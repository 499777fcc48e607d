import type { Drive, Wave } from '../circuit/types.ts';

/**
 * A source's drive over time: dc + wave(t). An `upstream` wave reads the value
 * the signal chain last set, so a chain block can push one sample per step.
 */
export class DriveSignal {
  /** Set by the chain before each step when the wave is `upstream`. */
  upstreamValue = 0;
  private readonly dc: number;
  private readonly wave: Wave | undefined;
  private readonly pointTimes: Float64Array;
  private readonly pointValues: Float64Array;
  private cursor = 0;

  constructor(drive: Drive) {
    this.dc = drive.dc;
    this.wave = drive.wave;
    const points = drive.wave?.shape === 'points' ? drive.wave.points : [];
    this.pointTimes = Float64Array.from(points, (p) => p[0]);
    this.pointValues = Float64Array.from(points, (p) => p[1]);
  }

  /** The constant part of the drive. */
  get dcValue(): number {
    return this.dc;
  }

  /** A drive with no wave: its value never changes. */
  get isConstant(): boolean {
    return this.wave === undefined;
  }

  get isUpstream(): boolean {
    return this.wave?.shape === 'upstream';
  }

  valueAt(seconds: number): number {
    const w = this.wave;
    if (w === undefined) return this.dc;
    switch (w.shape) {
      case 'sine': {
        if (seconds < w.delaySeconds) return this.dc + w.amplitude * Math.sin((w.phaseDegrees * Math.PI) / 180);
        const phase = 2 * Math.PI * w.frequencyHertz * (seconds - w.delaySeconds) + (w.phaseDegrees * Math.PI) / 180;
        return this.dc + w.amplitude * Math.sin(phase);
      }
      case 'points':
        return this.dc + this.interpolate(seconds);
      case 'upstream':
        return this.dc + this.upstreamValue;
    }
  }

  /** Corners of the drive in (0, stopSeconds]: point times, the sine's start. */
  breakpoints(stopSeconds: number): number[] {
    const w = this.wave;
    if (w?.shape === 'points') return [...this.pointTimes].filter((t) => t > 0 && t <= stopSeconds);
    if (w?.shape === 'sine' && w.delaySeconds > 0 && w.delaySeconds <= stopSeconds) return [w.delaySeconds];
    return [];
  }

  private interpolate(seconds: number): number {
    const t = this.pointTimes;
    const v = this.pointValues;
    const n = t.length;
    if (seconds <= t[0]) return v[0];
    if (seconds >= t[n - 1]) return v[n - 1];
    // Time mostly moves forward: walk from the last position.
    let i = this.cursor;
    if (i >= n - 1 || t[i] > seconds) i = 0;
    while (t[i + 1] < seconds) i++;
    this.cursor = i;
    const fraction = (seconds - t[i]) / (t[i + 1] - t[i]);
    return v[i] + fraction * (v[i + 1] - v[i]);
  }
}
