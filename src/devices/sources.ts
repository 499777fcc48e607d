import type { Drive } from '../circuit/types.ts';
import type { Integrator } from '../solver/integrator.ts';
import type { KernelPart } from '../solver/kernel/plan.ts';
import type { Binder, TwoTerminal } from './device.ts';
import { DriveSignal } from './wave.ts';

/** An ideal voltage source [plus, minus] with its current as an MNA unknown. */
export class VoltageSource implements TwoTerminal {
  readonly nonlinear = false;
  readonly drive: DriveSignal;
  private readonly j: number;
  private readonly pj: number;
  private readonly mj: number;
  private readonly jp: number;
  private readonly jm: number;
  private readonly rj: number;

  constructor(
    readonly ref: string,
    pins: readonly string[],
    drive: Drive,
    binder: Binder,
  ) {
    const p = binder.node(pins[0]);
    const m = binder.node(pins[1]);
    this.j = binder.branch(ref);
    this.pj = binder.slot(p, this.j);
    this.mj = binder.slot(m, this.j);
    this.jp = binder.slot(this.j, p);
    this.jm = binder.slot(this.j, m);
    this.rj = binder.rhs(this.j);
    this.drive = new DriveSignal(drive);
  }

  stampConstant(m: Float64Array): void {
    m[this.pj] += 1;
    m[this.mj] -= 1;
    m[this.jp] += 1;
    m[this.jm] -= 1;
  }

  stampStep(rhs: Float64Array, _integrator: Integrator, seconds: number, sourceScale: number): void {
    rhs[this.rj] += sourceScale * this.drive.valueAt(seconds);
  }

  load(): void {}
  accept(): void {}
  lastJunctionChange(): number {
    return 0;
  }
  breakpoints(stopSeconds: number): number[] {
    return this.drive.breakpoints(stopSeconds);
  }
  kernelParts(): KernelPart[] {
    return [{ kind: 'voltage-source', branch: this.j, drive: this.drive }];
  }

  /** Current into the plus pin through the source (negative when it delivers power). */
  current(x: Float64Array): number {
    return x[this.j];
  }
}

/** An ideal current source: the current flows through it from pins[0] to pins[1]. */
export class CurrentSource implements TwoTerminal {
  readonly nonlinear = false;
  readonly drive: DriveSignal;
  private readonly rFrom: number;
  private readonly rTo: number;
  private lastAmperes = 0;

  constructor(
    readonly ref: string,
    pins: readonly string[],
    drive: Drive,
    binder: Binder,
  ) {
    this.rFrom = binder.rhs(binder.node(pins[0]));
    this.rTo = binder.rhs(binder.node(pins[1]));
    this.drive = new DriveSignal(drive);
  }

  stampConstant(): void {}

  stampStep(rhs: Float64Array, _integrator: Integrator, seconds: number, sourceScale: number): void {
    const amperes = sourceScale * this.drive.valueAt(seconds);
    this.lastAmperes = amperes;
    rhs[this.rFrom] -= amperes;
    rhs[this.rTo] += amperes;
  }

  load(): void {}
  accept(): void {}
  lastJunctionChange(): number {
    return 0;
  }
  breakpoints(stopSeconds: number): number[] {
    return this.drive.breakpoints(stopSeconds);
  }

  current(): number {
    return this.lastAmperes;
  }
}
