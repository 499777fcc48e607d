/**
 * What every device model implements. A device is stamped in three layers so
 * the solver redoes only what changes:
 *  - `stampConstant`: matrix entries fixed for a given integration step size
 *    (conductances, source incidence, companion conductances of linear C and L);
 *  - `stampStep`: right-hand side fixed over the Newton iterations of one step
 *    (source values at the new time, history terms of the integrator);
 *  - `load`: nonlinear devices, every Newton iteration (linearised currents).
 * Sign convention: row k of the MNA system sums the currents that leave node k
 * into devices; a device current I(v) ≈ I0 + g·(v − v0) stamps +g in the matrix
 * and g·v0 − I0 in the right-hand side.
 */
import type { Integrator } from '../solver/integrator.ts';
import type { KernelPart } from '../solver/kernel/plan.ts';

/** Hands out unknowns and matrix slots while the system is set up. */
export interface Binder {
  readonly temperatureKelvin: number;
  /** Index of a named circuit node; -1 for ground. */
  node(name: string): number;
  /** A node private to a device (e.g. behind a series resistance). */
  internalNode(label: string): number;
  /** A branch-current unknown (voltage sources, inductors). */
  branch(label: string): number;
  /** Matrix slot for (row, col); entries touching ground give the trash slot. */
  slot(row: number, col: number): number;
  /** Right-hand-side index for an unknown; ground gives the trash index. */
  rhs(index: number): number;
}

/** Per-iteration information handed to nonlinear devices. */
export interface IterationContext {
  /** First iteration from a cold start: junctions start at their initial guess, not from x. */
  initialiseJunctions: boolean;
  /** Set by a device when it limited a junction step (the iteration cannot count as converged). */
  limited: boolean;
}

/**
 * Conductance across every junction, in siemens: keeps the matrix regular when
 * a junction is far reverse-biased (common practice in circuit solvers, no source).
 */
export const JUNCTION_GMIN_SIEMENS = 1e-12;

export interface Device {
  readonly ref: string;
  stampConstant(matrix: Float64Array, integrator: Integrator): void;
  stampStep(rhs: Float64Array, integrator: Integrator, timeSeconds: number, sourceScale: number): void;
  /** True for devices that need `load` every iteration. */
  readonly nonlinear: boolean;
  /** True for devices with nothing to do per step (no `stampStep`, no history to `accept`). */
  readonly stepless?: boolean;
  load(matrix: Float64Array, rhs: Float64Array, x: Float64Array, context: IterationContext): void;
  /** A step converged at solution x: move the integrator history on. */
  accept(x: Float64Array, integrator: Integrator): void;
  /**
   * Nonlinear devices: how far the linearisation of the last `load` is off at solution x, as the
   * largest relative junction-current error ½(Δv/nVT)² (Taylor remainder of the exponential).
   */
  linearisationError?(x: Float64Array): number;
  /**
   * Nonlinear devices: adds to `rhs`, with the signs of `load`'s equivalent currents, what the
   * tangents of the last `load` leave out of the junction currents at x, from the exponentials
   * held at that load (`exponentialRemainder`, no exponential evaluated). One solve with the
   * last factors then corrects a step solved on that linearisation (`reuseAcceptance`).
   */
  stampHeldRemainder?(rhs: Float64Array, x: Float64Array): void;
  /** Size of this device's last junction-voltage update in volts (to blame a part when Newton fails). */
  lastJunctionChange(): number;
  /** Times where the device's drive has a corner, within (0, stopSeconds]. */
  breakpoints(stopSeconds: number): number[];
  /**
   * The device as the step-kernel generator sees it (linear conductances need no part:
   * they are in the constant matrix). A device without this method keeps its circuit
   * on the general step loop.
   */
  kernelParts?(): KernelPart[];
}

/** A two-terminal part: current into pins[0] through the part, in amperes. */
export interface TwoTerminal extends Device {
  current(x: Float64Array): number;
}

export interface PinCurrents {
  collector: number;
  base: number;
  emitter: number;
}

/** A transistor: currents into each pin, junction-capacitance currents included. */
export interface ThreeTerminal extends Device {
  pinCurrents(x: Float64Array): PinCurrents;
  region(x: Float64Array): 'active' | 'saturation' | 'cutoff' | 'reverse';
}
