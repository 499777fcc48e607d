import type { DiodeModel, LedModel } from '../circuit/types.ts';
import { photonEnergyVolts, thermalVoltage } from '../units/constants.ts';
import type { Integrator } from '../solver/integrator.ts';
import type { KernelPart } from '../solver/kernel/plan.ts';
import { Capacitor } from './capacitor.ts';
import { JUNCTION_GMIN_SIEMENS, type Binder, type IterationContext, type TwoTerminal } from './device.ts';
import { JunctionPoint, criticalVolts, evaluateJunction, exponentialRemainder, junctionLinearisationError, limitJunctionStep } from './junction.ts';
import { Resistor, voltageAt } from './resistor.ts';

/**
 * Junction diode or LED [anode, cathode]: I = Is·(exp(v/(n·VT)) − 1) across the
 * junction (Shockley), an optional series resistance ahead of it (an internal
 * node), a constant junction capacitance, and gmin across the junction.
 * An LED's junction current becomes light: P = η·(hc/λq)·I.
 */
export class Diode implements TwoTerminal {
  readonly nonlinear = true;
  private readonly anode: number;
  private readonly cathode: number;
  /** The junction's p side (the anode, or the internal node behind Rs). */
  private readonly junction: number;
  private readonly series: Resistor | null;
  private readonly capacitance: Capacitor | null;
  private readonly jj: number;
  private readonly jk: number;
  private readonly kj: number;
  private readonly kk: number;
  private readonly rj: number;
  private readonly rk: number;
  private readonly saturationAmperes: number;
  private readonly emissionVolts: number;
  private readonly criticalVoltage: number;
  /** Optical watts per ampere of junction current (LED), 0 for a plain diode: η·hc/(λq). */
  readonly wattsPerAmpere: number;
  private junctionVolts = 0;
  private change = 0;
  private readonly point = new JunctionPoint();
  /** The last load's Is·e^(v/nVT) (kept apart: `junctionCurrent` reuses the point above). */
  private heldExponential = 0;

  constructor(
    readonly ref: string,
    pins: readonly string[],
    model: DiodeModel | LedModel,
    binder: Binder,
  ) {
    this.anode = binder.node(pins[0]);
    this.cathode = binder.node(pins[1]);
    if (model.seriesResistance > 0) {
      this.junction = binder.internalNode(`${ref}#junction`);
      this.series = new Resistor(`${ref}#rs`, this.anode, this.junction, model.seriesResistance, binder);
    } else {
      this.junction = this.anode;
      this.series = null;
    }
    this.capacitance =
      model.junctionCapacitance > 0
        ? new Capacitor(`${ref}#cj`, this.junction, this.cathode, model.junctionCapacitance, binder)
        : null;
    this.jj = binder.slot(this.junction, this.junction);
    this.jk = binder.slot(this.junction, this.cathode);
    this.kj = binder.slot(this.cathode, this.junction);
    this.kk = binder.slot(this.cathode, this.cathode);
    this.rj = binder.rhs(this.junction);
    this.rk = binder.rhs(this.cathode);
    this.saturationAmperes = model.saturationCurrent;
    this.emissionVolts = model.emissionCoefficient * thermalVoltage(binder.temperatureKelvin);
    this.criticalVoltage = criticalVolts(this.saturationAmperes, this.emissionVolts);
    this.wattsPerAmpere = model.kind === 'led' ? model.quantumEfficiency * photonEnergyVolts(model.wavelength) : 0;
  }

  stampConstant(m: Float64Array, integrator: Integrator): void {
    this.series?.stampConstant(m);
    this.capacitance?.stampConstant(m, integrator);
  }

  stampStep(rhs: Float64Array, integrator: Integrator): void {
    this.capacitance?.stampStep(rhs, integrator);
  }

  load(m: Float64Array, rhs: Float64Array, x: Float64Array, context: IterationContext): void {
    const proposed = context.initialiseJunctions
      ? this.criticalVoltage
      : voltageAt(x, this.junction) - voltageAt(x, this.cathode);
    const v = limitJunctionStep(proposed, this.junctionVolts, this.emissionVolts, this.criticalVoltage, context);
    this.change = Math.abs(v - this.junctionVolts);
    this.junctionVolts = v;
    evaluateJunction(v, this.saturationAmperes, this.emissionVolts, this.point);
    this.heldExponential = this.point.exponential;
    const g = this.point.siemens + JUNCTION_GMIN_SIEMENS;
    const i = this.point.amperes + JUNCTION_GMIN_SIEMENS * v;
    const equivalent = i - g * v;
    m[this.jj] += g;
    m[this.jk] -= g;
    m[this.kj] -= g;
    m[this.kk] += g;
    rhs[this.rj] -= equivalent;
    rhs[this.rk] += equivalent;
  }

  accept(x: Float64Array, integrator: Integrator): void {
    this.capacitance?.accept(x, integrator);
  }

  lastJunctionChange(): number {
    return this.change;
  }

  stampHeldRemainder(rhs: Float64Array, x: Float64Array): void {
    const x0 = (voltageAt(x, this.junction) - voltageAt(x, this.cathode) - this.junctionVolts) / this.emissionVolts;
    const remainder = this.heldExponential * exponentialRemainder(x0);
    rhs[this.rj] -= remainder;
    rhs[this.rk] += remainder;
  }

  linearisationError(x: Float64Array): number {
    return junctionLinearisationError(voltageAt(x, this.junction) - voltageAt(x, this.cathode), this.junctionVolts, this.emissionVolts);
  }

  breakpoints(): number[] {
    return [];
  }

  kernelParts(): KernelPart[] {
    return [
      {
        kind: 'diode',
        junction: this.junction,
        cathode: this.cathode,
        saturationAmperes: this.saturationAmperes,
        emissionVolts: this.emissionVolts,
        criticalVolts: this.criticalVoltage,
        state: {
          read: (into, at) => {
            into[at] = this.junctionVolts;
          },
          write: (from, at) => {
            this.junctionVolts = from[at];
          },
        },
      },
      ...(this.capacitance?.kernelParts() ?? []),
    ];
  }

  /**
   * Current through the junction alone (no capacitance), in amperes, at the solution in x, or
   * at the one that starts at x[offset] (a row of a block of solutions, read in place).
   */
  junctionCurrent(x: Float64Array, offset = 0): number {
    const volts = voltageAt(x, this.junction, offset) - voltageAt(x, this.cathode, offset);
    evaluateJunction(volts, this.saturationAmperes, this.emissionVolts, this.point);
    return this.point.amperes;
  }

  /** Current into the anode: junction, gmin and capacitance. */
  current(x: Float64Array): number {
    const v = voltageAt(x, this.junction) - voltageAt(x, this.cathode);
    return this.junctionCurrent(x) + JUNCTION_GMIN_SIEMENS * v + (this.capacitance?.current() ?? 0);
  }

  /** Emitted optical power (LED), in watts; zero for a plain diode or a reverse current. */
  opticalWatts(x: Float64Array): number {
    return Math.max(0, this.junctionCurrent(x)) * this.wattsPerAmpere;
  }

  get isLed(): boolean {
    return this.wattsPerAmpere > 0;
  }
}
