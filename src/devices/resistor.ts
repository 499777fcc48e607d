import type { KernelPart } from '../solver/kernel/plan.ts';
import type { Binder, TwoTerminal } from './device.ts';

/** Ohm's law between pins a and b. */
export class Resistor implements TwoTerminal {
  readonly nonlinear = false;
  readonly stepless = true;
  private readonly a: number;
  private readonly b: number;
  private readonly aa: number;
  private readonly ab: number;
  private readonly ba: number;
  private readonly bb: number;
  private readonly conductanceSiemens: number;

  constructor(
    readonly ref: string,
    a: number,
    b: number,
    ohms: number,
    binder: Binder,
  ) {
    this.a = a;
    this.b = b;
    this.aa = binder.slot(this.a, this.a);
    this.ab = binder.slot(this.a, this.b);
    this.ba = binder.slot(this.b, this.a);
    this.bb = binder.slot(this.b, this.b);
    this.conductanceSiemens = 1 / ohms;
  }

  static fromPins(ref: string, pins: readonly string[], ohms: number, binder: Binder): Resistor {
    return new Resistor(ref, binder.node(pins[0]), binder.node(pins[1]), ohms, binder);
  }

  stampConstant(m: Float64Array): void {
    const g = this.conductanceSiemens;
    m[this.aa] += g;
    m[this.ab] -= g;
    m[this.ba] -= g;
    m[this.bb] += g;
  }

  stampStep(): void {}
  load(): void {}
  accept(): void {}
  lastJunctionChange(): number {
    return 0;
  }
  breakpoints(): number[] {
    return [];
  }
  kernelParts(): KernelPart[] {
    return [];
  }

  current(x: Float64Array): number {
    return (voltageAt(x, this.a) - voltageAt(x, this.b)) * this.conductanceSiemens;
  }
}

/** Node voltage from the solution vector, or from the row of a block of solutions that starts at `offset` (ground, index -1, is 0 V). */
export function voltageAt(x: Float64Array, index: number, offset = 0): number {
  return index < 0 ? 0 : x[offset + index];
}
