def item_version(item: QGraphicsItem):
    """What fixes ``item``'s pixels besides the view: its version, a fingerprint, or None (unknown)."""
    if isinstance(item, Versioned):
        return item._ver
    if isinstance(item, QGraphicsSimpleTextItem):  # a feature's label
        p, t = item.pos(), item.sceneTransform()
        return ("text", item.text(), p.x(), p.y(), t.m11(), t.m22(), t.dx(), t.dy(), item.brush().color().rgba(),
                item.pen().color().rgba(), item.pen().widthF(), item.font().toString(), item.isVisible(),
                item.effectiveOpacity(), item.zValue(), item.flags().value)
    if isinstance(item, QGraphicsPixmapItem):  # the site picture
        t = item.sceneTransform()
        return ("pixmap", item.pixmap().cacheKey(), t.m11(), t.m12(), t.m21(), t.m22(), t.dx(), t.dy(),
                item.offset().x(), item.offset().y(), item.transformationMode().value, item.isVisible(),
                item.effectiveOpacity(), item.zValue(), item.flags().value)
    return None


def paint_item(painter: QPainter, item: QGraphicsItem, view_transform, widget, hints) -> None:
    """Paint ``item`` as Qt paints it for the view: its device transform, effective opacity and a fresh
    state; an item with a device-coordinate cache is drawn as Qt draws its cache, into a transparent
    image over its device box grown by a pixel, which is then blitted (text and anti-aliased edges
    round differently when drawn straight onto the frame)."""
    painter.save()
    painter.setRenderHints(_ALL_HINTS, False)
    painter.setRenderHints(hints, True)
    base = painter.worldTransform()  # identity, or a whole-pixel shift into a part of the viewport
    t = item.deviceTransform(view_transform)
    painter.setOpacity(item.effectiveOpacity())
    opt = QStyleOptionGraphicsItem()
    opt.state = QStyle.State_None
    if item.isEnabled():
        opt.state |= QStyle.State_Enabled
    if item.isSelected():
        opt.state |= QStyle.State_Selected
    rect = item.boundingRect()
    opt.exposedRect = rect
    opt.rect = rect.toAlignedRect()
    opt.palette = widget.palette()
    if item.cacheMode() == QGraphicsItem.DeviceCoordinateCache and t.type().value <= QTransform.TxScale.value:
        box = t.mapRect(rect).toRect().adjusted(-1, -1, 1, 1)  # as qgraphicsscene.cpp sizes the cache
        if box.width() > 0 and box.height() > 0:
            cache = QImage(box.width(), box.height(), QImage.Format_ARGB32_Premultiplied)
            cache.fill(Qt.transparent)
            cp = QPainter(cache)
            cp.setRenderHints(hints, True)
            cp.setWorldTransform(t * QTransform.fromTranslate(-box.x(), -box.y()))
            item.paint(cp, opt, widget)
            cp.end()
            painter.setWorldTransform(base)
            painter.drawImage(box.topLeft(), cache)
    else:
        painter.setWorldTransform(t * base)
        item.paint(painter, opt, widget)
    painter.restore()


def stacking_order(scene) -> list:
    """The scene's top-level items bottom first, as Qt paints them: by z, equal z in insertion order
    (``QGraphicsScene.items`` of an unindexed scene returns insertion order, whatever sort is asked)."""
    return sorted((it for it in scene.items(Qt.AscendingOrder) if it.parentItem() is None), key=QGraphicsItem.zValue)


def _with_children(item: QGraphicsItem) -> list:
    """``item`` and its descendants in paint order: children behind it (negative z or stacked behind) first."""
    kids = sorted(item.childItems(), key=QGraphicsItem.zValue)
    behind = [k for k in kids if k.zValue() < 0 or k.flags() & QGraphicsItem.ItemStacksBehindParent]
    out = []
    for k in behind:
        out.extend(_with_children(k))
    out.append(item)
    for k in kids:
        if k not in behind:
            out.extend(_with_children(k))
    return out


def _partly_cached(item: QGraphicsItem, view_transform, viewport) -> bool:
    """Whether Qt keeps only the visible part of ``item``'s device cache (see ``PARTIAL_CACHE_FACTOR``), or
    caches it in item coordinates: either way :func:`paint_item` would not draw it as Qt does."""
    if item.cacheMode() == QGraphicsItem.NoCache or not _drawn(item):
        return False
    if item.cacheMode() == QGraphicsItem.ItemCoordinateCache:
        return True  # drawn at the cache's own resolution: not copied here (no item of ours uses it)
    box = item.deviceTransform(view_transform).mapRect(item.boundingRect())
    return box.width() + 2 > PARTIAL_CACHE_FACTOR * viewport.width() or box.height() + 2 > PARTIAL_CACHE_FACTOR * viewport.height()


def _drawn(item: QGraphicsItem) -> bool:
    return (item.isVisible() and item.effectiveOpacity() > 0.0
            and not (item.flags() & QGraphicsItem.ItemHasNoContents))
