@settings(max_examples=25, deadline=None, suppress_health_check=[HealthCheck.too_slow])
@given(random_moves())
def test_random_moves_solve_to_the_result_of_a_fresh_solve(case):
    rig, moved = case
    want = fresh_solve(moved)
    equilibrium.solve(rig)
    got, how = served(moved)
    if got.status != "invalid":
        assert how == {"same structure": 1}, how
    assert repr(got) == repr(want)


def test_the_cache_stays_small():
    rig = RIGS["thirty-points"]
    for k in range(10):
        equilibrium.solve(rig.moved("G", 5.5 + 0.01 * k, 3.5))
    for kept, limit in memo.stats()["sizes"].values():
        assert 0 < kept <= limit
===============
Exercise goal: Count the lines of the entries above that contain the word "evaluateJunction" and give only the number.

Exercise response: 3